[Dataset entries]
════════════════════

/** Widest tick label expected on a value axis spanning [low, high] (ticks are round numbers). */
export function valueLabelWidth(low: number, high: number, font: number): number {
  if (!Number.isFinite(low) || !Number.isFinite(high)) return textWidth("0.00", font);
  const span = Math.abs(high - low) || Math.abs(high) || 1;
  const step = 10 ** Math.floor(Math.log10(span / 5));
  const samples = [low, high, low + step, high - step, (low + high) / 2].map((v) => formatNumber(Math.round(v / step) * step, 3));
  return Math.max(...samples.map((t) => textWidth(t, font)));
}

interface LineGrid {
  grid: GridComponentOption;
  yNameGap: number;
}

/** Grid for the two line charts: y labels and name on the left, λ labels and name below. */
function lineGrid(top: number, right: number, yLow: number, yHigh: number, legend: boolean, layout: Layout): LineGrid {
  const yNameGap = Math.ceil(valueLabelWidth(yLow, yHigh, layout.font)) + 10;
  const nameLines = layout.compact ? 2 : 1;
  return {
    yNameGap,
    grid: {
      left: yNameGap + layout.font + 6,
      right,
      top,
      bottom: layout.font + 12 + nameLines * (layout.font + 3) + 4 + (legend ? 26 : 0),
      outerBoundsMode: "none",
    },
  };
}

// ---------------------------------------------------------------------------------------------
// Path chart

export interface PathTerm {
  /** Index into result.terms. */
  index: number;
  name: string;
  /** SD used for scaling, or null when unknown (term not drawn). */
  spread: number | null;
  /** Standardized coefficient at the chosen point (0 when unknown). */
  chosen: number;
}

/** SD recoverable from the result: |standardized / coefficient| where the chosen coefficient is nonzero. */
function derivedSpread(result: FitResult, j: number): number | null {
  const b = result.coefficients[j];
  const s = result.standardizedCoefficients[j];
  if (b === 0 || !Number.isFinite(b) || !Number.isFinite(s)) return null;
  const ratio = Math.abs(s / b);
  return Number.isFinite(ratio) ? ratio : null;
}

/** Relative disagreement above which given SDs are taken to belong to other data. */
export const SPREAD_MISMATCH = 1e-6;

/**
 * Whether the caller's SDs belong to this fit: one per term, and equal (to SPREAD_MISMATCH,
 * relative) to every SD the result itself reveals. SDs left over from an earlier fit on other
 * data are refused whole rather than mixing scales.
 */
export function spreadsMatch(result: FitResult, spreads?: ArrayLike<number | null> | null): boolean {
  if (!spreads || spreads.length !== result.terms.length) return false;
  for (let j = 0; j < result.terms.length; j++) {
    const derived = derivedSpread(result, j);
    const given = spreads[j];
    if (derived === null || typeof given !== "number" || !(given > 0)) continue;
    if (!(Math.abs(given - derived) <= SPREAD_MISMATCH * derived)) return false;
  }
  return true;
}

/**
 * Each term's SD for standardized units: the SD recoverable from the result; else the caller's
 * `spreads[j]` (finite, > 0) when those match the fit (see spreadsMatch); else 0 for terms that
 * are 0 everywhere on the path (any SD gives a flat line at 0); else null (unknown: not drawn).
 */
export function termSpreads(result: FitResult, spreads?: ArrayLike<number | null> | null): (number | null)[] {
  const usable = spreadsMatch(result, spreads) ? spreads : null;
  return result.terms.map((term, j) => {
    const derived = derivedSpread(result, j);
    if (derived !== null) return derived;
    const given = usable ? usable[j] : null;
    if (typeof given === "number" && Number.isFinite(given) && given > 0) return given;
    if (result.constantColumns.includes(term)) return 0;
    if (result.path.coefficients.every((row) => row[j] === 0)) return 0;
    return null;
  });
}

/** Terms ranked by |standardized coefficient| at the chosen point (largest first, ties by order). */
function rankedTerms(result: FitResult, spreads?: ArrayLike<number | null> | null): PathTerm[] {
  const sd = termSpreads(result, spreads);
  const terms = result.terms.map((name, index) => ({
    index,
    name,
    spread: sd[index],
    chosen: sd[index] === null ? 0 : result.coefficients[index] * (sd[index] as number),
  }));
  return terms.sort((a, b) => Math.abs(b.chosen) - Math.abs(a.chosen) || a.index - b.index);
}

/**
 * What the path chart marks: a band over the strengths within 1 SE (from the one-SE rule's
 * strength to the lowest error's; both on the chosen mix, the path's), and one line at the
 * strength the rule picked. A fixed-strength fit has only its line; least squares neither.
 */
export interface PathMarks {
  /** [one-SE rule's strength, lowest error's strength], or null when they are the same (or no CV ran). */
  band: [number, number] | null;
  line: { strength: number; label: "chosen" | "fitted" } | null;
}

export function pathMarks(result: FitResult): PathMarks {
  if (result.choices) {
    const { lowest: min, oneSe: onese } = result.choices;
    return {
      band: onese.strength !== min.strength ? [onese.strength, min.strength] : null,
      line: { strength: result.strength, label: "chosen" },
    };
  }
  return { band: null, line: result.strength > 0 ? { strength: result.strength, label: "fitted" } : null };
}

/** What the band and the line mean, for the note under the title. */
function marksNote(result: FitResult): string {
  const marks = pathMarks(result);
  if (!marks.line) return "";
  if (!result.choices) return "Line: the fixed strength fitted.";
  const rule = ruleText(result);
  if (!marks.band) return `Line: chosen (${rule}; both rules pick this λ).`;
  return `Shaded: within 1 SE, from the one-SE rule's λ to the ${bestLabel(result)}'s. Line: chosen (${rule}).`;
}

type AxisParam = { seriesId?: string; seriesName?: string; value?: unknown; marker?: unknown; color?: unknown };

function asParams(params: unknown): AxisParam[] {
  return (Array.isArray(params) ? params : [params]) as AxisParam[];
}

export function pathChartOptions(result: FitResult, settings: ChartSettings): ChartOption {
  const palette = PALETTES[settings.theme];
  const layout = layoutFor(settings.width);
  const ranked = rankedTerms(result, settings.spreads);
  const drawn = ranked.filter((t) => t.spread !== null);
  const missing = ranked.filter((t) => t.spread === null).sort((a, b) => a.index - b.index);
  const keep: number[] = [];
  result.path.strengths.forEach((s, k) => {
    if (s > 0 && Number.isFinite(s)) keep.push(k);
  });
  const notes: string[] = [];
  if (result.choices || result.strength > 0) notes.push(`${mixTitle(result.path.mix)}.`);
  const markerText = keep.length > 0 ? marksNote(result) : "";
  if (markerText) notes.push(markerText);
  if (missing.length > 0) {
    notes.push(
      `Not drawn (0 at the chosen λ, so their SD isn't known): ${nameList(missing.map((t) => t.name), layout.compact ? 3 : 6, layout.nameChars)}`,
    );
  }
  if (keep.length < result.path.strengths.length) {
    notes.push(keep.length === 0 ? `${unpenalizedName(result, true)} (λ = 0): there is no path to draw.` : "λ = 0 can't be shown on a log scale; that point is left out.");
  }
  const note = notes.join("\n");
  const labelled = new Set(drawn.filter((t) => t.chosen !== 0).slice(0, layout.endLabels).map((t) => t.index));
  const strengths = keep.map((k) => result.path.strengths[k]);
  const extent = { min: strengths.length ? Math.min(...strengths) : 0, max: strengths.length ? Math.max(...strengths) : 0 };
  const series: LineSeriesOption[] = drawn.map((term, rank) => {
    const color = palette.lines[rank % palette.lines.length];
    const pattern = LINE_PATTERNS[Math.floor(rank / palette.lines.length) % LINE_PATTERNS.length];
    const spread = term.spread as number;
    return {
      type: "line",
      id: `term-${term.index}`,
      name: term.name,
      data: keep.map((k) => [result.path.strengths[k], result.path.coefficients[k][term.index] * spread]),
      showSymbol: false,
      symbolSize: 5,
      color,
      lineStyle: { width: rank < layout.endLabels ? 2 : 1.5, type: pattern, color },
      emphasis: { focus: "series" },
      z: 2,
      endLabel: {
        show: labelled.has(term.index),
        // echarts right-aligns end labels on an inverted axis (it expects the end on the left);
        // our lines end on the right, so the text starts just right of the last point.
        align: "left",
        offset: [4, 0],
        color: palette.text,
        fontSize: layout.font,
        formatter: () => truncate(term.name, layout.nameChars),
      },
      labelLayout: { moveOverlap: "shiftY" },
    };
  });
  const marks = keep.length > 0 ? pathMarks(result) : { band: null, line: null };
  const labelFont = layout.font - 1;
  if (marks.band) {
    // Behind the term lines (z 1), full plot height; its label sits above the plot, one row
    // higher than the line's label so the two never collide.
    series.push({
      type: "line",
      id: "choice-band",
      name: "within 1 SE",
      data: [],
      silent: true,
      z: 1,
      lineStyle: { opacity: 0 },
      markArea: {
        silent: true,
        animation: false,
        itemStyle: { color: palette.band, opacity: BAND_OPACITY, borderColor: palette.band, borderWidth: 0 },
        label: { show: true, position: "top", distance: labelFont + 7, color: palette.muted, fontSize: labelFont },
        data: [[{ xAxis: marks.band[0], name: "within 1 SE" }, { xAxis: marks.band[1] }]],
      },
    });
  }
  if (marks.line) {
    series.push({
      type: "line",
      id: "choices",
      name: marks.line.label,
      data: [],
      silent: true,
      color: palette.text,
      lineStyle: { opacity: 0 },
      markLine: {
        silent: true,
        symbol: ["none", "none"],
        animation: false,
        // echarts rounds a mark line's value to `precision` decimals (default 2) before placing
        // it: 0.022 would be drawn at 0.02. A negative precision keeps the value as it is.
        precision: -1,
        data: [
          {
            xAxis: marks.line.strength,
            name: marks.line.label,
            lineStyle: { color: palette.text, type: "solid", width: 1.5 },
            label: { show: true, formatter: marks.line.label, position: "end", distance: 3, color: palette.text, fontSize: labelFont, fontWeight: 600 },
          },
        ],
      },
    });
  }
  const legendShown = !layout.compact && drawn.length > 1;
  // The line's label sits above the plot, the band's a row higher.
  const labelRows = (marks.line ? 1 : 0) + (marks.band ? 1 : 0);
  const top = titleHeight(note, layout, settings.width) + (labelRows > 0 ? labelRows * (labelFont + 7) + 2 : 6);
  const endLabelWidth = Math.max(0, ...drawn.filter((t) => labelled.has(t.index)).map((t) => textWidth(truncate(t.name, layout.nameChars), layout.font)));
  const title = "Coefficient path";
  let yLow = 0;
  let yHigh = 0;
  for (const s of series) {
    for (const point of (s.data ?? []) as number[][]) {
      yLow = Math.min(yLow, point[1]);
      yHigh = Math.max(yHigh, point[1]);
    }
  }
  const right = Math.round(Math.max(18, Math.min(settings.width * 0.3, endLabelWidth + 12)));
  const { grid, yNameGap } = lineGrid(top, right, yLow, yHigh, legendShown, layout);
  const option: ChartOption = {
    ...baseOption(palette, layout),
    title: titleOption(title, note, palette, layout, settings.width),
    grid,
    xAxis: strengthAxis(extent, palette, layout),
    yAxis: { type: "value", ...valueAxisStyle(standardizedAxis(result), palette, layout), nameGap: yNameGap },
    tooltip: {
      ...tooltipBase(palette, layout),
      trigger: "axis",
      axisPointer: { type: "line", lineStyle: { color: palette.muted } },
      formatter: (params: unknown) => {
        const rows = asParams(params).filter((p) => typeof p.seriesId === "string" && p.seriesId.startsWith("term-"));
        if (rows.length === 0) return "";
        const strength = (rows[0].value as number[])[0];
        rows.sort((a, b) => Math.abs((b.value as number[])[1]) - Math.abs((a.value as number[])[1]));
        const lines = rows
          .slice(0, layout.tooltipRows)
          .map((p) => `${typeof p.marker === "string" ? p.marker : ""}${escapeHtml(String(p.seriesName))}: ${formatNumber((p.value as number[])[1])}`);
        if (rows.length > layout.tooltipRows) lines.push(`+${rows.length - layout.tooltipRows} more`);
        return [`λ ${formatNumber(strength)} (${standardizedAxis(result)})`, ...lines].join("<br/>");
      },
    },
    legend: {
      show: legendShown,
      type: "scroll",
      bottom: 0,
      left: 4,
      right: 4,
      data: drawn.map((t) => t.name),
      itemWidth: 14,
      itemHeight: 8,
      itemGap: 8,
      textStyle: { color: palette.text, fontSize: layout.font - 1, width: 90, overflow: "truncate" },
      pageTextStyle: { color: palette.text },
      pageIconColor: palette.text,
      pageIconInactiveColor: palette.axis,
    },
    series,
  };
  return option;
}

════════════════════

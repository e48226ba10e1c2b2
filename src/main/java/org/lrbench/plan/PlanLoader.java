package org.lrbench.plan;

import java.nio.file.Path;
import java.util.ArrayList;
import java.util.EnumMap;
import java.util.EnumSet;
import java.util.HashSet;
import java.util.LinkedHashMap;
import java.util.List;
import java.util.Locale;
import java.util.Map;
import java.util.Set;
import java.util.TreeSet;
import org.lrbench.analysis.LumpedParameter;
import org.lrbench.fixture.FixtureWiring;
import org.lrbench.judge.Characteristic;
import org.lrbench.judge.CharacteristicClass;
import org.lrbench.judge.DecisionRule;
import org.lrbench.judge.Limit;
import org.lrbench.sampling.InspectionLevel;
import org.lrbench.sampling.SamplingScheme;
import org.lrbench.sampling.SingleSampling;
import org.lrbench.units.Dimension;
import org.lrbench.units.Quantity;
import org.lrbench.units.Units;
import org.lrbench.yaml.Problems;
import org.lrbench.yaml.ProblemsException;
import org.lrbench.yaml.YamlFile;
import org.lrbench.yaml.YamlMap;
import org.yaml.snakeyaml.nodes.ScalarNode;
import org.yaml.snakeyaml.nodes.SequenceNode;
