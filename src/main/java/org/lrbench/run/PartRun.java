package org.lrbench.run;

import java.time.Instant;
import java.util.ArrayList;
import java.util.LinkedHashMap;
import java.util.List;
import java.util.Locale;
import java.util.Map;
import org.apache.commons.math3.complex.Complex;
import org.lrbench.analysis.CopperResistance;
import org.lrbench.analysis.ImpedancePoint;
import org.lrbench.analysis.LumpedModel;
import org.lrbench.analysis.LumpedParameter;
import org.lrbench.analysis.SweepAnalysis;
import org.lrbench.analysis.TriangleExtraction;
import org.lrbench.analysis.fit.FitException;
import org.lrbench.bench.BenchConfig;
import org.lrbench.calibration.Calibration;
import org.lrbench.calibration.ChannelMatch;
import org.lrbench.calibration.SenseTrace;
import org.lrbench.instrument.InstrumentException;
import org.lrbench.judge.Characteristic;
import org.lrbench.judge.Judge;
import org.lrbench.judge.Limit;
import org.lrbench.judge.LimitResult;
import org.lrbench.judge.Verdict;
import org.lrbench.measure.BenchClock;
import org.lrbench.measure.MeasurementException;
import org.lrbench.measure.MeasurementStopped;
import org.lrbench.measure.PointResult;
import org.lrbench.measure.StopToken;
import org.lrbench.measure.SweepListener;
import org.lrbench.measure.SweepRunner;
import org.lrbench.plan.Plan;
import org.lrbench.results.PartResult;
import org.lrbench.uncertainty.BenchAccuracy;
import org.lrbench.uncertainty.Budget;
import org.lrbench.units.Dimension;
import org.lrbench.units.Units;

════════════════════

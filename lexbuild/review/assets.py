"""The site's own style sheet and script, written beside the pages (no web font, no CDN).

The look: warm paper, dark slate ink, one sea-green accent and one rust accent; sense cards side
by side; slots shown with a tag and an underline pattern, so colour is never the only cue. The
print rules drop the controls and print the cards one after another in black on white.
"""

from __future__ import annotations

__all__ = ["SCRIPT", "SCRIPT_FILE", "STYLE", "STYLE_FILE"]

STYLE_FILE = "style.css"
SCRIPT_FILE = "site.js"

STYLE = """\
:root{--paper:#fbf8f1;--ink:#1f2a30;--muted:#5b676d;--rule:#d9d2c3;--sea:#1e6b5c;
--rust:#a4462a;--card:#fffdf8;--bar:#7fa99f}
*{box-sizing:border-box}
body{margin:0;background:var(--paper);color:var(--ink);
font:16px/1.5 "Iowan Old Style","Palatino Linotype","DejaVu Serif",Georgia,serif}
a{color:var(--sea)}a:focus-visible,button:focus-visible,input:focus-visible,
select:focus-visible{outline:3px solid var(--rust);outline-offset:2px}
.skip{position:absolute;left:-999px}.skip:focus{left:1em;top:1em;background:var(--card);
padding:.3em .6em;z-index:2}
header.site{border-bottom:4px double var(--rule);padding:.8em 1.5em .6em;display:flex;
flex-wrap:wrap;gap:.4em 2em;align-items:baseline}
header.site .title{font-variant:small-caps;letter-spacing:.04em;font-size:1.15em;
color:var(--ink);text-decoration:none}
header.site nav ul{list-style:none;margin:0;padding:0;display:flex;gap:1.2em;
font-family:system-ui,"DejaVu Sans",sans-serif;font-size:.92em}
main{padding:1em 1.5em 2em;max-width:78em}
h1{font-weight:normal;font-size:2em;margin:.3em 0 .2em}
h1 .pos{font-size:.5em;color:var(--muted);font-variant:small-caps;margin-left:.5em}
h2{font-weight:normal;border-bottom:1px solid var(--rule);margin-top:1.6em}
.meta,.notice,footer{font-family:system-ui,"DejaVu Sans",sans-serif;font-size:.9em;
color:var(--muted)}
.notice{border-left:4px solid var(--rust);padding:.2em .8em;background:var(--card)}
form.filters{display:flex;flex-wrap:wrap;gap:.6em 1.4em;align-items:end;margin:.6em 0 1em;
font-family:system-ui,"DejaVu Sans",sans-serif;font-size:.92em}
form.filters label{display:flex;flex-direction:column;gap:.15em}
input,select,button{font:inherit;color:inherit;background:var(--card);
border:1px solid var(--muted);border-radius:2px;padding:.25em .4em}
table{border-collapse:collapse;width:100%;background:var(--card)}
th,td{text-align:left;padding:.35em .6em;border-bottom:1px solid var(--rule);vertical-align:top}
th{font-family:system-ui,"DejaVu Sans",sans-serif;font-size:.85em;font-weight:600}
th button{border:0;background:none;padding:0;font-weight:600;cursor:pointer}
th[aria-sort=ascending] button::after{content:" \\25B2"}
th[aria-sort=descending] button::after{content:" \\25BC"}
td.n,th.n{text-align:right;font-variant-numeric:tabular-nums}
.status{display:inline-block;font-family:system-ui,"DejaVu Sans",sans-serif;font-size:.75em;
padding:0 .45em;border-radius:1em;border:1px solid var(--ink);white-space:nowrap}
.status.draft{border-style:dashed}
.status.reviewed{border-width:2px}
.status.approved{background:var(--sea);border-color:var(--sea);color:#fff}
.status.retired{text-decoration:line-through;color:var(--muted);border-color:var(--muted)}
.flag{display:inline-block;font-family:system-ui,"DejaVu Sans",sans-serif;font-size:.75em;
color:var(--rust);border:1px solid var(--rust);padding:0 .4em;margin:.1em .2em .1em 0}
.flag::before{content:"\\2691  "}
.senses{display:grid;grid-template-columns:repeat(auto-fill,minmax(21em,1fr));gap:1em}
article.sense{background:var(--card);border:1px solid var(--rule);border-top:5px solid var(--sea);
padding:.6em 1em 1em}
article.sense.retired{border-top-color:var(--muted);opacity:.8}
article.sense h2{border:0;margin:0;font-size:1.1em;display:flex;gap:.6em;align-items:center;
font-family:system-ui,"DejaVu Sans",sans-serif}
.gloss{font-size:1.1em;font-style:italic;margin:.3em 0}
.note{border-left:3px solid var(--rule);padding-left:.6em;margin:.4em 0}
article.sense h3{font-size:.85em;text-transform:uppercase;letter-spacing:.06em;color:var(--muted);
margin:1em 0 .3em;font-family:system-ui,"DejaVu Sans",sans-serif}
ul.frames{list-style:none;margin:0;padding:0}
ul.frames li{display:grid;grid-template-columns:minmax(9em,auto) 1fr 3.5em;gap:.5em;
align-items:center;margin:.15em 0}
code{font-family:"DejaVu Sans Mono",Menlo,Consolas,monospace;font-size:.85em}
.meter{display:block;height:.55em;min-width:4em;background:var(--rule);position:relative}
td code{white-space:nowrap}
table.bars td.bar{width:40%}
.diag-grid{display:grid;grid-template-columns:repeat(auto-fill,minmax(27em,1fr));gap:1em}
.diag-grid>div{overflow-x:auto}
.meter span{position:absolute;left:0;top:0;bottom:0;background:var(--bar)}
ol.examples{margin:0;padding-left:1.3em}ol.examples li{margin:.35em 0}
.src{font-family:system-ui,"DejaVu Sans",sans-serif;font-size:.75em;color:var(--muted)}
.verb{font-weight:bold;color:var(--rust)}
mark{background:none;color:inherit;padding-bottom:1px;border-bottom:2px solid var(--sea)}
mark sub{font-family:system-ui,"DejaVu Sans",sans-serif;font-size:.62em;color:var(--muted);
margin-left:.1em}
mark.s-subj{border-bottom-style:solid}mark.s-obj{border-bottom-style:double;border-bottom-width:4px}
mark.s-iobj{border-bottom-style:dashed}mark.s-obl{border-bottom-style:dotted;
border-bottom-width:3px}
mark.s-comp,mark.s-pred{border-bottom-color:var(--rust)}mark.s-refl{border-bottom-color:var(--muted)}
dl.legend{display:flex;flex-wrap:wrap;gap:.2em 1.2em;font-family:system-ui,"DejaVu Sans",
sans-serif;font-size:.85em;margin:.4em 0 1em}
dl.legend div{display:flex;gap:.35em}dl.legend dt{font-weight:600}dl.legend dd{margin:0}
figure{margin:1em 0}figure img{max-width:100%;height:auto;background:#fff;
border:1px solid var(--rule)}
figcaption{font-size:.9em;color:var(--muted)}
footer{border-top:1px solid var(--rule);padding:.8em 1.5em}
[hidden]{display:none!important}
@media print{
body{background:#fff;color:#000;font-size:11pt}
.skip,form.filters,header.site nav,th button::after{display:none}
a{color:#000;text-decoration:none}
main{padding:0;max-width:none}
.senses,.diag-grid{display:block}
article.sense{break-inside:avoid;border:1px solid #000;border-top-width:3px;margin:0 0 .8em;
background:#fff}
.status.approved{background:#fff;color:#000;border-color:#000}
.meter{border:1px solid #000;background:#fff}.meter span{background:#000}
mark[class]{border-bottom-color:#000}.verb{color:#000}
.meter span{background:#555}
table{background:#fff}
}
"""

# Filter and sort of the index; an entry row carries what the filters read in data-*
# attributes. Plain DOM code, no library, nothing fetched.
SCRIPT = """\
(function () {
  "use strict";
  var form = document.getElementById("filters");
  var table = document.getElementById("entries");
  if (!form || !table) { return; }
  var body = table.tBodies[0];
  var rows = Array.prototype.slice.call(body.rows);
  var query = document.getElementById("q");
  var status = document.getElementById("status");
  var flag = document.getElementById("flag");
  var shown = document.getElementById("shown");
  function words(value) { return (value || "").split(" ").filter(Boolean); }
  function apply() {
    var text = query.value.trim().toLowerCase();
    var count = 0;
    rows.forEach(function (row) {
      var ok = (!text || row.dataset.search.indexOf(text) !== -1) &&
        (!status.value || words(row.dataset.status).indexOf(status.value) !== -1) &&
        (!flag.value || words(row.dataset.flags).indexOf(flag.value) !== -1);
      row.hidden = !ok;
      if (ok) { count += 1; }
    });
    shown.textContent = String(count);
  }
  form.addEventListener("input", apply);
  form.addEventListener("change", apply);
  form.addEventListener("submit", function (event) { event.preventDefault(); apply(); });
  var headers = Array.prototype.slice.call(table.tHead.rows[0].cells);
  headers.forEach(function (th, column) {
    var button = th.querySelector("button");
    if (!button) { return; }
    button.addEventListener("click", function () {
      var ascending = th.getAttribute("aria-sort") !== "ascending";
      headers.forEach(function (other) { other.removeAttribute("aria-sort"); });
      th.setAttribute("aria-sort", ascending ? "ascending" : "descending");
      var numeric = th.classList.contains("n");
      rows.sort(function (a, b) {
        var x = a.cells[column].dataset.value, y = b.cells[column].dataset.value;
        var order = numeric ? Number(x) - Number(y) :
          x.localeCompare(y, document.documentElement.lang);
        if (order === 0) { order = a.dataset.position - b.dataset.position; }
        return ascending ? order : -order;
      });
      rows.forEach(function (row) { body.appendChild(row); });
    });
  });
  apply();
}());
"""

════════════════════

- ACTIVITY:
In the data above, find the line with "round numbers). */" and the line with "when unknown). */". Retype both, plus every line between them, exactly.

- ANSWER FOR THE TASK:
/** Widest tick label expected on a value axis spanning [low, high] (ticks are round numbers). */
export function valueLabelWidth(low: number, high: number, font: number): number {
  if (!Number.isFinite(low) || !Number.isFinite(high)) return textWidth("0.00", font);
  const span = Math.abs(high - low) || Math.abs(high) || 1;
  const step = 10 ** Math.floor(Math.log10(span / 5));
  const samples = [low, high, low + step, high - step, (low + high) / 2].map((v) => formatNumber(Math.round(v / step) * step, 3));
  return Math.max(...samples.map((t) => textWidth(t, font)));
}

interface LineGrid {
  grid: GridComponentOption;
  yNameGap: number;
}

/** Grid for the two line charts: y labels and name on the left, λ labels and name below. */
function lineGrid(top: number, right: number, yLow: number, yHigh: number, legend: boolean, layout: Layout): LineGrid {
  const yNameGap = Math.ceil(valueLabelWidth(yLow, yHigh, layout.font)) + 10;
  const nameLines = layout.compact ? 2 : 1;
  return {
    yNameGap,
    grid: {
      left: yNameGap + layout.font + 6,
      right,
      top,
      bottom: layout.font + 12 + nameLines * (layout.font + 3) + 4 + (legend ? 26 : 0),
      outerBoundsMode: "none",
    },
  };
}

// ---------------------------------------------------------------------------------------------
// Path chart

export interface PathTerm {
  /** Index into result.terms. */
  index: number;
  name: string;
  /** SD used for scaling, or null when unknown (term not drawn). */
  spread: number | null;
  /** Standardized coefficient at the chosen point (0 when unknown). */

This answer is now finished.